2019 United States gubernatorial elections

3 governorships
|  | Majority party | Minority party |
| Party | Republican | Democratic |
| Seats before | 27 | 23 |
| Seats after | 26 | 24 |
| Seat change | −1 | +1 |
| Popular vote | 1,898,436 | 1,898,756 |
| Percentage | 49.48% | 49.49% |
| Seats up | 2 | 1 |
| Seats won | 1 | 2 |
- Map of the results Democratic gain Republican hold Democratic hold No election

= 2019 United States gubernatorial elections =

United States gubernatorial elections were held on November 5, 2019, in Kentucky and Mississippi, and on October 12, 2019, with a runoff on November 16, in Louisiana. These elections formed part of the 2019 United States elections. The last regular gubernatorial elections for all three states were in 2015. The Democrats had to defend an incumbent in Louisiana, while the Republicans had to defend an incumbent in Kentucky plus an open seat in Mississippi. Though all three seats up were in typically Republican states, the election cycle became unexpectedly competitive: Kentucky and Louisiana were seen as highly contested races; and Mississippi's race ultimately became closer than usual, despite being seen as favorable for the Republicans.

Democrats were able to hold their seat in Louisiana and flip the governor's seat in Kentucky, while Republicans successfully kept the Mississippi governorship by winning the open seat. As a result, the Democrats gained a net of one seat, bringing the total number of Democratic governors to 24, while Republicans were reduced to 26 governors, continuing a streak of governor's seat gains by Democrats made under Republican President Donald Trump that began in 2017.

This is the first time since 2003 in which a party made a net gain of seats in this cycle of governorships, and the first time since 1991 that Kentucky and Louisiana elected candidates of the same party. Democrats also won the total popular vote for gubernatorial elections for the third year in a row, and for the first time since 1991 in this cycle of governorships, albeit by an extremely narrow margin of 320 votes, or 0.01%. Additionally, these are the first gubernatorial elections since 1981 in which all of the margins of victory were under ten points.

As of , this is the last time an incumbent Republican governor lost re-election. It is also the last time that Democrats won the governorship in Louisiana.

==Pre-election composition==
Kentucky and Louisiana were seen as the two competitive races in this cycle.

Kentucky governor Matt Bevin had very low approval ratings over issues such as Medicare expansion, pensions, and education. Bevin was the least popular governor in the United States, with only a 33% approval rating, in April 2019. When teachers walked out to protest education funding, Bevin blamed them for child molestation and called them "selfish thugs". Bevin also attempted to roll back the state's Medicare expansion, which would've lead to 500,000 people in the state losing their health insurance, and the measure was deeply unpopular in Kentucky and never passed.

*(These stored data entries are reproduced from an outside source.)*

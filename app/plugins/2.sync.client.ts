import { watchClock } from '~/local/clock-watch'

/** Sends and fetches while a page of the field is open, for the person who is at work on this phone. */
export default defineNuxtPlugin(() => {
  const session = useSessionStore()
  const router = useRouter()
  const isInField = ref(false)
  router.afterEach((to) => { isInField.value = isFieldPath(to.path) })
  isInField.value = isFieldPath(router.currentRoute.value.path)

  let endWatch = () => {}
  watch([isInField, () => session.fieldStore], ([inField, store]) => {
    endWatch()
    endWatch = () => {}
    if (inField) session.followPhone()
    useSyncStore().follow(inField ? store : null)
    if (inField && store) endWatch = watchClock(store, runningSheets)
  }, { immediate: true })

  function runningSheets(): string[] {
    const { sheets } = session
    if (!sheets) return []
    const nowAt = new Date().toISOString()
    return sheets.sheetIds.filter(id => sheets.assess(id, nowAt)?.progress === 'running')
  }
})

function isFieldPath(path: string): boolean {
  return path === '/field' || path.startsWith('/field/')
}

In Louisiana, Democratic incumbent John Bel Edwards was popular in the deep red state, as he had worked across the aisle with a number of issues such as abortion. Edwards also brought Medicaid expansion to the state, a move that garnered praise and was popular. Even though Edwards was popular, the sheer amount of Republicans in the state made the race competitive.

Mississippi, whose governor was term-limited, was one of the most Republican states in the country and hadn't voted a Democrat as governor since 1999, and Republican Tate Reeves was a long serving public servant in the state. However, a formidable campaign by Democrat Jim Hood made the race closer than initially expected. Hood made bringing Medicaid expansion to Mississippi the central issue of his campaign, which resonated with voters in the state as many people wanted improvements to health care.

==Election predictions==
Several sites and individuals publish predictions of competitive seats. These predictions look at factors such as the strength of the incumbent (if the incumbent is running for re-election), the strength of the candidates, and the partisan leanings of the state (reflected in part by the state's Cook Partisan Voting Index rating). The predictions assign ratings to each state, with the rating indicating the predicted advantage that a party has in winning that seat.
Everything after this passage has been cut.